Task details » Report the lines of the material that carry the string "fadingChain".

Provided entries »
----------
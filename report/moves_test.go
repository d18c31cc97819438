package report

import (
	"strings"
	"testing"

	"slowpoint/model"
	"slowpoint/rules"
)

// TestMovesWhateverTheInterval: how the slowest place moves is the same sentence however far apart the samples are.
func TestMovesWhateverTheInterval(t *testing.T) {
	for _, shape := range []*model.Shape{model.Slab, model.Brick, model.ShortCylinder} {
		p := roast(t, shape, rules.Met)
		p.Steps[2].Faces = []model.FaceExposure{{Face: model.Top, Exposure: model.Exposure{Surface: model.Film, Medium: model.Course{TimesS: []float64{0}, C: []float64{1}}, FilmW: ptr(60.)}}}
		again(t, p)
		var said []string
		for _, every := range []float64{7, 60, 600, 9000} {
			p.Samples, p.moved = p.History.Sample(every), ""
			said = append(said, (&sheet{doc: &doc{head: roastHead()}, p: p, decides: p.decides()}).moves())
		}
		for _, s := range said {
			if s != said[0] || !strings.Contains(s, "moves from") {
				t.Errorf("%s: %q, and %q", shape.Name, said[0], s)
			}
		}
	}
}

// TestBeyond measures how far a place lies outside of two others.
func TestBeyond(t *testing.T) {
	at := func(up, along float64) model.Place { return model.Place{UpM: up, AlongM: along} }
	for _, x := range []struct {
		q, a, b model.Place
		want    float64
	}{
		{at(0.25, 0), at(0, 0), at(0.5, 0), 0},
		{at(-0.25, 0), at(0, 0), at(0.5, 0), 0.25},
		{at(0.25, 0.125), at(0, 0), at(0.5, 0), 0.125},
		{at(0.75, -0.5), at(0.5, 0), at(0, 0), 0.5},
	} {
		if got := beyond(x.q, x.a, x.b); got != x.want {
			t.Errorf("%v: %g, want %g", x, got, x.want)
		}
	}
}
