package report

import "slowpoint/rules"

// Room says the margin of the deciding limit in words, rounded down so that it never looks larger than it is; "" if there is none.
func (r *Row) Room(h *Head) string {
	return h.room(&rules.Finding{MarginK: r.MarginK, MarginS: r.MarginS, MarginPlace: r.MarginPlace})
}

// Margin says the margin of a finding in words, as Room does, with the verdict in mind: what is not met has no room.
func (h *Head) Margin(f *rules.Finding) string { return h.room(f) }
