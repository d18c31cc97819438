package report

// Unprinted lists the characters of a text that the fonts of the PDF lack, by code point; "" if there are none. The PDF prints U+FFFD
// for each of them; the other documents keep the text as it is.
func Unprinted(text string) string {
	u := unseen{}
	u.clean(text)
	return u.list()
}
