package report

import (
	"io"
	"strings"
)

// WriteSummaryPDF writes the overview of a plan: one line a product, the tightest first. Thousands of rows are fine.
func WriteSummaryPDF(w io.Writer, h *Head, rows []Row) (err error) {
	defer caught(&err)
	d := newDoc(h, h.overviewTitle())
	d.summary(rows)
	return d.finish(w)
}

// OnePDF writes the overview and every product in one document. each hands over the products one by one and stops at an error.
func OnePDF(w io.Writer, h *Head, rows []Row, each func(func(*Product) error) error) (err error) {
	defer caught(&err)
	d := newDoc(h, h.overviewTitle())
	d.summary(rows)
	d.nest = 1
	if err := each(func(p *Product) error {
		d.product(p)
		return d.pdf.err()
	}); err != nil {
		return err
	}
	return d.finish(w)
}

// summary writes the pages of the overview.
func (d *doc) summary(rows []Row) {
	h := d.head
	d.title = h.overviewTitle()
	d.page()
	d.heading(h.overviewTitle(), 0, 20)
	var n, records [4]int
	list := make([]slim, len(rows))
	for i, r := range rows {
		list[i] = slim{Row: r, calculated: true}
		n[overall(r.Verdict)]++
		if r.Measured != nil {
			records[*r.Measured]++
		}
	}
	list = listed(nil, list)
	sentence := say("summary sentence", counted(len(rows), "products calculated"), tallied(n))
	if len(h.NotCalculated) > 0 {
		sentence += say("summary refused", len(h.NotCalculated))
	}
	if records != [4]int{} {
		sentence += say("summary records", tallied(records))
	}
	d.para(sentence, style{size: 11, bold: true, after: 2})
	if left := h.LeftOutWords(); left != "" {
		d.boxed([]string{left}, style{size: body, bold: true})
	}
	if h.NotImported > 0 {
		d.boxed([]string{counted(h.NotImported, "not imported")}, style{size: body, bold: true})
	}
	if len(h.NotCalculated) > 0 {
		d.notCalculated()
	}
	d.heading(say("summary list"), 1, 25)
	var cells [][]string
	for i := range list {
		r := &list[i]
		margin := r.Room(h)
		switch {
		case margin == "":
			margin = r.Why
		case r.Beside != "":
			margin += "\n" + r.Beside
		}
		if len(r.Records) > 0 {
			margin = strings.TrimSpace(margin + "\n" + strings.Join(r.Records, "\n"))
		}
		name := r.Product
		if r.File != "" {
			name += "\n" + r.File
		}
		if r.Problems > 0 {
			name += "\n" + say("row notes", r.Problems)
		}
		cells = append(cells, []string{name, r.Process, r.Words(verdictWord), margin, r.Deciding})
	}
	if len(cells) == 0 {
		d.text(say("summary none"))
	} else {
		d.table([]col{{title: say("col product"), wide: 45}, {title: say("col process"), wide: 25}, {title: say("col verdict"), wide: 29, bold: true},
			{title: say("col margin"), wide: 46}, {title: say("col deciding"), wide: 35}}, cells, small)
	}
	d.plan()
	d.noted()
	d.heading(say("standing title"), 1, 30)
	for _, s := range CautionText() {
		d.item("•", s, body)
	}
	d.heading(say("known title"), 1, 30)
	if len(h.Known) == 0 {
		d.text(say("known none"))
		return
	}
	d.text(h.knownSentence() + " " + say("known note"))
	d.knownTable(h.Known)
}

// notCalculated names the products that are missing in the list.
func (d *doc) notCalculated() {
	d.heading(say("summary not"), 1, 20)
	d.text(say("summary not note"))
	var rows [][]string
	for _, n := range d.head.NotCalculated {
		var why []string
		for i, e := range n.Because {
			if i == 3 {
				break
			}
			why = append(why, e.Error())
		}
		rows = append(rows, []string{n.Product, n.At.String(), strings.Join(why, "\n")})
	}
	d.table([]col{{title: say("col product"), wide: 44, bold: true}, {title: say("col place"), wide: 28}, {title: say("col why"), wide: frameWide - 72}}, rows, small)
}

// plan says what was read and by which version.
func (d *doc) plan() {
	h := d.head
	d.heading(say("plan title"), 1, 30)
	var rows [][2]string
	for _, it := range h.Items {
		rows = append(rows, [2]string{it.Item, it.Value})
	}
	rows = append(rows, [2]string{say("key file"), h.Plan}, [2]string{say("key digest"), h.SHA256})
	rows = append(rows, h.sources(len(h.Sources))...)
	d.pairs(append(rows, [2]string{say("key version"), h.Version}, [2]string{say("key date"), h.day()}), 45)
}

// noted lists everything that was noted about the input, at most 200 lines.
func (d *doc) noted() {
	h := d.head
	d.heading(say("summary problems"), 1, 20+20*btof(len(h.Problems) > 0)) // with the first row
	if len(d.unseen) > 0 {
		d.text(say("summary unseen", d.unseen.list()))
	}
	if len(h.Problems) == 0 {
		if len(d.unseen) == 0 {
			d.text(say("summary no problem"))
		}
		return
	}
	ps := h.Problems
	const most = 200
	x := &sheet{doc: d}
	x.problems(ps[:min(len(ps), most)])
	if len(ps) > most {
		d.text(counted(len(ps)-most, "summary more"))
	}
}
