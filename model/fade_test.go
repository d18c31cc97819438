package model

import (
	"slices"
	"testing"
)

// What a history keeps for the instants of its scan changes no temperature by a single bit: at these instants, between them, on either side of
// changes; asked one by one, backwards, or as a course.
func TestFadesChangeNothing(t *testing.T) {
	for _, shape := range []*Shape{Slab, Cylinder, Sphere, ShortCylinder, Brick, Stirred} {
		t.Run(shape.Name, func(t *testing.T) {
			p, steps := fadingChain(shape)
			plain, err := Solve(p, steps, Options{})
			if err != nil {
				t.Fatal(err)
			}
			kept, err := Solve(p, steps, Options{})
			if err != nil {
				t.Fatal(err)
			}
			sc := kept.Scan()
			if _, ok := kept.field.(remembers); !ok {
				t.Fatalf("%T keeps nothing", kept.field)
			}
			var times []float64
			for i, at := range sc.TimesS {
				if times = append(times, at); i+1 < len(sc.TimesS) {
					next := sc.TimesS[i+1]
					times = append(times, at+(next-at)*0.3, (at+next)/2)
				}
			}
			want, got := make([]float64, len(times)), make([]float64, len(times))
			for range 2 { // worked out, then as kept
				for i := 0; i < len(sc.Spots); i += 1 + len(sc.Spots)/7 {
					at := sc.Spots[i].Place
					plain.Course(at, times, want)
					kept.Course(at, times, got)
					for k := len(times) - 1; k >= 0; k-- {
						if got[k] != want[k] || kept.At(at, times[k]) != want[k] {
							t.Fatalf("%v at %g s: %v and %v with what is kept, %v without", at, times[k], got[k], kept.At(at, times[k]), want[k])
						}
					}
				}
			}
		})
	}
}

// fadingChain is a shape that is cooked, rests in air that cools, and is chilled. Invented.
func fadingChain(shape *Shape) (Product, []Step) {
	food := &Material{Name: "test food", Source: "test input", Props: func(float64) Properties { return Properties{KWmK: 0.47, RhoKgM3: 1060, CJkgK: 3500} }}
	p := Product{Name: "p", Shape: shape, Food: food, StartC: 6, Size: Size{ThicknessM: 0.05, WidthM: 0.11, LengthM: 0.17, DiameterM: 0.07, VolumeM3: 0.002, AreaM2: 0.09}}
	steps := []Step{ownStep(Cook, 2500, 35, 110), ownStep(Rest, 700, 9, 23), ownStep(Cool, 6000, 28, 2.5)}
	if shape == Slab || shape == Cylinder {
		steps[1].Medium = Course{TimesS: []float64{0, 300, 700}, C: []float64{40, 23, 19}}
	}
	return p, steps
}

// What a history keeps of the place that it was asked for last changes no temperature by a single bit: places asked for in turn, by the instant and as
// courses, are as by histories that were asked for nothing else.
func TestPlacesInTurn(t *testing.T) {
	for _, shape := range []*Shape{Slab, Cylinder, Sphere, ShortCylinder, Brick, LayeredSlab, Spheroid} {
		t.Run(shape.Name, func(t *testing.T) {
			p, steps := fadingChain(shape)
			if shape == LayeredSlab {
				p.Layers = []Layer{{Food: p.Food, ThicknessM: 0.03, BelowM2KW: 0.01}, {Food: p.Food, ThicknessM: 0.02}}
			}
			fresh := func() *History {
				h, err := Solve(p, steps, Options{})
				if err != nil {
					t.Fatal(err)
				}
				return h
			}
			h := fresh()
			spots := h.Scan().Spots
			places := []Place{spots[0].Place, spots[len(spots)/2].Place, spots[len(spots)-1].Place}
			times := []float64{0, 3, 11, 900, 2500, 2504, 2530, 3200, 3203, 3215, 9199} // just after changes of surroundings too
			want, got := make([][]float64, len(places)), make([]float64, len(times))
			for i, at := range places {
				want[i] = make([]float64, len(times))
				fresh().Course(at, times, want[i])
			}
			for k, now := range times {
				for i, at := range places {
					if c := h.At(at, now); c != want[i][k] {
						t.Errorf("%v at %g s: %v in turn, %v alone", at, now, c, want[i][k])
					}
				}
			}
			for i, at := range places {
				if h.Course(at, times, got); !slices.Equal(got, want[i]) {
					t.Errorf("%v: %v in turn, %v alone", at, got, want[i])
				}
			}
		})
	}
}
----------
Completed exercise »
			p, steps := fadingChain(shape)
// fadingChain is a shape that is cooked, rests in air that cools, and is chilled. Invented.
func fadingChain(shape *Shape) (Product, []Step) {
			p, steps := fadingChain(shape)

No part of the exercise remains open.